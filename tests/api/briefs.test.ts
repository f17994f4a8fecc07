import { afterAll, beforeAll, describe, expect, it } from 'vitest';
import { evaluate, type Comparison } from '../../src/engine';
import { demoSpecs } from '../../src/demo/specs';
import { verdictOf } from '../../src/lib/verdict';
import { signIn, startServer, type RunningServer } from '../helpers/server';

let server: RunningServer;
const cookies: Record<string, string> = {};
beforeAll(async () => {
  server = await startServer();
  for (const role of ['admin', 'architect', 'engineer', 'sales']) cookies[role] = await signIn(server.url, `${role}@resetwise.example`);
});
afterAll(async () => {
  await server?.stop();
});

const call = (method: string, path: string, role?: string, body?: unknown) =>
  fetch(`${server.url}${path}`, {
    method,
    headers: { 'content-type': 'application/json', origin: server.url, ...(role ? { cookie: cookies[role]! } : {}) },
    ...(body !== undefined ? { body: JSON.stringify(body) } : {}),
  });

async function newBrief(specId = 'demo-spec-1', role = 'sales', extra: Record<string, unknown> = {}) {
  const reply = await call('POST', '/api/v1/briefs', role, { specId, customerContact: 'Jana Holm, jana@nordlicht.example', ...extra });
  expect(reply.status).toBe(201);
  return reply.json();
}

/** Outbox rows as the admin's Outbox page lists them (the page is the only reader of the table over HTTP). */
async function outboxHtml(): Promise<string> {
  return (await call('GET', '/outbox', 'admin')).text();
}

describe('briefs: verdicts agree with the engine', () => {
  it.each(demoSpecs.map((s, i) => [`demo-spec-${i + 1}`, s] as const))('%s: one verdict per scheme, equal to verdictOf() of the engine result', async (specId, spec) => {
    const brief = await newBrief(specId);
    // The server's comparison of the saved set (workspace parts library), and the engine run here
    // with its built-in library: the brief must agree with the first, and the two agree today.
    const comparison: Comparison = (await (await call('GET', `/api/v1/specs/${specId}/comparison`, 'sales')).json()).comparison;
    const local = evaluate(spec.requirements);
    expect(comparison.results.map((r) => [r.scheme, verdictOf(r)])).toEqual(local.results.map((r) => [r.scheme, verdictOf(r)]));
    const expected = Object.fromEntries(comparison.results.map((r) => [r.scheme, verdictOf(r)]));
    const got = Object.fromEntries(brief.preview.verdicts.map((v: { scheme: string; verdict: string }) => [v.scheme, v.verdict]));
    expect(got).toEqual(expected);
    // The default recommendation is the ranking's best feasible scheme, with its own BOM cost.
    const best = comparison.ranking.find((id) => comparison.results.find((r) => r.scheme === id)!.feasible)!;
    expect(brief.preview.recommended.scheme).toBe(best);
    const bom = comparison.results.find((r) => r.scheme === best)!.bomCost;
    expect(brief.preview.cost.bomCost).toBeCloseTo(bom, 9);
    // Default contingency −10 %/+25 % (derived: the band is bom·0.9 … bom·1.25).
    expect(brief.preview.cost.low).toBeCloseTo(bom * 0.9, 9);
    expect(brief.preview.cost.high).toBeCloseTo(bom * 1.25, 9);
    expect(brief.preview.cost.annualVolume).toBe(spec.requirements.annualVolume);
    // A not-feasible verdict gives the engine's failing reason in words.
    for (const v of brief.preview.verdicts) {
      const result = comparison.results.find((r) => r.scheme === v.scheme)!;
      if (v.verdict === 'not-feasible') expect(v.reasons.join(' ')).toContain(result.findings.find((f) => f.severity === 'fail')!.message);
    }
  });

  it('states the requirement set in the customer\'s units', async () => {
    const brief = await newBrief('demo-spec-1');
    const lines = Object.fromEntries(brief.preview.requirements.map((l: { label: string; value: string }) => [l.label, l.value]));
    expect(lines['Input voltage']).toBe('36–75 V DC, nominal 48 V');
    expect(lines['Switching frequency']).toBe('250 kHz');
    expect(lines.Output).toBe('12 V at 12.5 A (150 W)');
    expect(lines['Annual volume']).toBe('20,000 units/year');
  });
});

- **Goal of the exercise**
Every entry above should be transcribed exactly and in full.

- **Response area**
filename tests/api/briefs.test.ts
repository f17994f4a8fecc07
import { afterAll, beforeAll, describe, expect, it } from 'vitest';
import { evaluate, type Comparison } from '../../src/engine';
import { demoSpecs } from '../../src/demo/specs';
import { verdictOf } from '../../src/lib/verdict';
import { signIn, startServer, type RunningServer } from '../helpers/server';

let server: RunningServer;
const cookies: Record<string, string> = {};
beforeAll(async () => {
  server = await startServer();
  for (const role of ['admin', 'architect', 'engineer', 'sales']) cookies[role] = await signIn(server.url, `${role}@resetwise.example`);
});
afterAll(async () => {
  await server?.stop();
});

const call = (method: string, path: string, role?: string, body?: unknown) =>
  fetch(`${server.url}${path}`, {
    method,
    headers: { 'content-type': 'application/json', origin: server.url, ...(role ? { cookie: cookies[role]! } : {}) },
    ...(body !== undefined ? { body: JSON.stringify(body) } : {}),
  });

async function newBrief(specId = 'demo-spec-1', role = 'sales', extra: Record<string, unknown> = {}) {
  const reply = await call('POST', '/api/v1/briefs', role, { specId, customerContact: 'Jana Holm, jana@nordlicht.example', ...extra });
  expect(reply.status).toBe(201);
  return reply.json();
}

/** Outbox rows as the admin's Outbox page lists them (the page is the only reader of the table over HTTP). */
async function outboxHtml(): Promise<string> {
  return (await call('GET', '/outbox', 'admin')).text();
}

describe('briefs: verdicts agree with the engine', () => {
  it.each(demoSpecs.map((s, i) => [`demo-spec-${i + 1}`, s] as const))('%s: one verdict per scheme, equal to verdictOf() of the engine result', async (specId, spec) => {
    const brief = await newBrief(specId);
    // The server's comparison of the saved set (workspace parts library), and the engine run here
    // with its built-in library: the brief must agree with the first, and the two agree today.
    const comparison: Comparison = (await (await call('GET', `/api/v1/specs/${specId}/comparison`, 'sales')).json()).comparison;
    const local = evaluate(spec.requirements);
    expect(comparison.results.map((r) => [r.scheme, verdictOf(r)])).toEqual(local.results.map((r) => [r.scheme, verdictOf(r)]));
    const expected = Object.fromEntries(comparison.results.map((r) => [r.scheme, verdictOf(r)]));
    const got = Object.fromEntries(brief.preview.verdicts.map((v: { scheme: string; verdict: string }) => [v.scheme, v.verdict]));
    expect(got).toEqual(expected);
    // The default recommendation is the ranking's best feasible scheme, with its own BOM cost.
    const best = comparison.ranking.find((id) => comparison.results.find((r) => r.scheme === id)!.feasible)!;
    expect(brief.preview.recommended.scheme).toBe(best);
    const bom = comparison.results.find((r) => r.scheme === best)!.bomCost;
    expect(brief.preview.cost.bomCost).toBeCloseTo(bom, 9);
    // Default contingency −10 %/+25 % (derived: the band is bom·0.9 … bom·1.25).
    expect(brief.preview.cost.low).toBeCloseTo(bom * 0.9, 9);
    expect(brief.preview.cost.high).toBeCloseTo(bom * 1.25, 9);
    expect(brief.preview.cost.annualVolume).toBe(spec.requirements.annualVolume);
    // A not-feasible verdict gives the engine's failing reason in words.
    for (const v of brief.preview.verdicts) {
      const result = comparison.results.find((r) => r.scheme === v.scheme)!;
      if (v.verdict === 'not-feasible') expect(v.reasons.join(' ')).toContain(result.findings.find((f) => f.severity === 'fail')!.message);
    }
  });

  it('states the requirement set in the customer\'s units', async () => {
    const brief = await newBrief('demo-spec-1');
    const lines = Object.fromEntries(brief.preview.requirements.map((l: { label: string; value: string }) => [l.label, l.value]));
    expect(lines['Input voltage']).toBe('36–75 V DC, nominal 48 V');
    expect(lines['Switching frequency']).toBe('250 kHz');
    expect(lines.Output).toBe('12 V at 12.5 A (150 W)');
    expect(lines['Annual volume']).toBe('20,000 units/year');
  });
});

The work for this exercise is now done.